Sometimes, when people hear the word “exercise,” they cringe. Some have never exercised a day in their life. “Exercise” seems foreign to them. Not true!
In fact, as we age our muscles need stimulation to decrease what’s called “sarcopenia,” which is a loss of muscle tissue due to the aging process. This leads to major muscle groups, like gluteal and quadricep muscles, deteriorating. Falls, leading to fractures, then pain, then fear of pain, and subsequent fear of mobility. It all leads to immobility. All can be traced back to sarcopenia.
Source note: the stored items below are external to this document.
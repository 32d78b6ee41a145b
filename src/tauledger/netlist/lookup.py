"""Which model a name means where it stands, and reading it there: scopes, bins, and models made from others."""

from __future__ import annotations

from msgspec.structs import replace

from tauledger.circuit import ReadingNote, fold
from tauledger.devices.catalogue import families_of
from tauledger.netlist.bins import bins_of, fits
from tauledger.netlist.conditions import counts
from tauledger.netlist.diagnostics import Site, nearest
from tauledger.netlist.draft import Draft
from tauledger.netlist.elements import ElementCard
from tauledger.netlist.items import Word
from tauledger.netlist.letters import MODELLED, PASSIVE_MODELS, PASSIVES
from tauledger.netlist.models import ModelCard, base_name, model_name, read_model
from tauledger.netlist.netlist import Netlist
from tauledger.netlist.surroundings import Surroundings, Visible


def visible_models(netlist: Netlist, around: Surroundings) -> Visible:
    """Give the models that can be seen from an instance; worked out once for each instance."""
    if not around.seen:
        models: dict[str, tuple[Surroundings, int]] = {}
        twins: dict[str, list[int]] = {}
        here: Surroundings | None = around
        while here is not None:
            for number in here.definition.models:
                if not counts(netlist, number, here.scope, here.context):
                    continue
                name = model_name(netlist.items[number])
                if name not in models:
                    models[name] = (here, number)
                elif here is around:
                    twins.setdefault(name, []).append(number)
            here = here.lexical
        bins = bins_of(models)
        around.seen.append(Visible(models, bins, twins, frozenset(models), frozenset([*models, *bins])))
    return around.seen[0]


def model_for(netlist: Netlist, draft: Draft, found: tuple[Surroundings, int], word: Word, letter: str) -> ModelCard:
    """Read a model where it stands, once for each instance that holds it, with the changes for it."""
    home, number = found
    key = fold(word.text)
    types = PASSIVE_MODELS[letter] if letter in PASSIVES else MODELLED[letter].model_types
    known = home.models.get(key)
    if known is not None and known.model.type in types:
        return known
    site = Site(netlist.files, netlist.cards[number], home.context)
    name = netlist.items[number][1]
    assert isinstance(name, Word)
    flat = f"{home.prefix.removesuffix('.')}:{name.text}" if home.prefix else name.text
    words = PASSIVES[letter] if letter in PASSIVES else MODELLED[letter].words
    base = _base(netlist, draft, home, number, letter, site)
    card = read_model(
        site,
        netlist.items[number],
        types,
        words,
        home.scope,
        letter=letter,
        name=flat,
        card=number,
        path=home.path,
        base=base,
    )
    values = dict(card.model.parameters)
    settable = frozenset().union(*(family.model_parameters for family in families_of(letter))) | values.keys()
    for owner, parameter in [key for key in draft.changed_models if key[0] == fold(flat)]:
        if parameter in settable:
            values[parameter] = draft.changed_models.pop((owner, parameter))[2]
    card = replace(card, model=replace(card.model, parameters=tuple(values.items())))
    for twin in visible_models(netlist, home).twins.get(key, []):
        says = f"model {name.text} is defined twice; the first definition counts, as in ngspice"
        home.scope.notes.append(ReadingNote(Site(netlist.files, netlist.cards[twin]).where, says))
    home.models[key] = card
    draft.models[fold(flat)] = card.model
    return card


def _base(netlist: Netlist, draft: Draft, home: Surroundings, number: int, letter: str, site: Site) -> ModelCard | None:
    """Read the model that another one is a kind of; it must be seen from there and be another one."""
    word = base_name(netlist.items[number])
    if word is None:
        return None
    seen = visible_models(netlist, home).models
    found = seen.get(fold(word.text))
    if found is None or found[1] == number or base_name(netlist.items[found[1]]) is not None:
        problem = "is a kind of another one itself" if found else "does not exist"
        raise site.fault(word, f"model {word.text} {problem}", nearest(word.text, seen))
    says = f"a model made from {word.text} (AKO): ngspice reads that only in a compatibility mode"
    home.scope.notes.append(ReadingNote(site.where, says))
    return model_for(netlist, draft, found, word, letter)


def picked_bin(
    netlist: Netlist,
    draft: Draft,
    seen: Visible,
    part: ElementCard,
    word: Word,
    letter: str,
    site: Site,
) -> Word:
    """Pick the bin of a model (name.1, name.2, ..) by length and width."""
    for name in seen.bins[fold(word.text)]:
        model = model_for(netlist, draft, seen.models[name], Word(name, word.at), letter).model
        if fits(model, dict(part.parameters)):
            own = fold(model.name).rpartition(":")[2]
            return Word(own, word.at)
    sizes = " and ".join(f"{name}={dict(part.parameters)[name]:g}" for name in "lw" if name in dict(part.parameters))
    raise site.fault(word, f"no bin of model {word.text} takes {sizes or 'a transistor without l and w'}")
Muscle tissue can be built, regardless of age. Movement is the key. A specialized HEP encourages movement, decreasing muscle wasting. Therapy clinicians spend the majority of home health visit time on the HEP. It’s that important. The HEP is individualized for that person based on their current ability and past medical history. As my mentor once told me when I started in home health, “It’s our job to give them the tools, they have to do the building.” There’s no bigger tool than a HEP.
A starter HEP for fall prevention does not need equipment, only a countertop (kitchen sink is great) for hand support (safety).
Here’s a basic HEP: marching in place (bring knee up to your chest), sidekicks (kick straight leg out to side), heel raises (up on your tippy toes), and sit-to-stand (up and down from a chair). All these have specific strengthening of major muscle groups. A good routine would be to perform 10 reps x twice a day, 5 days a week.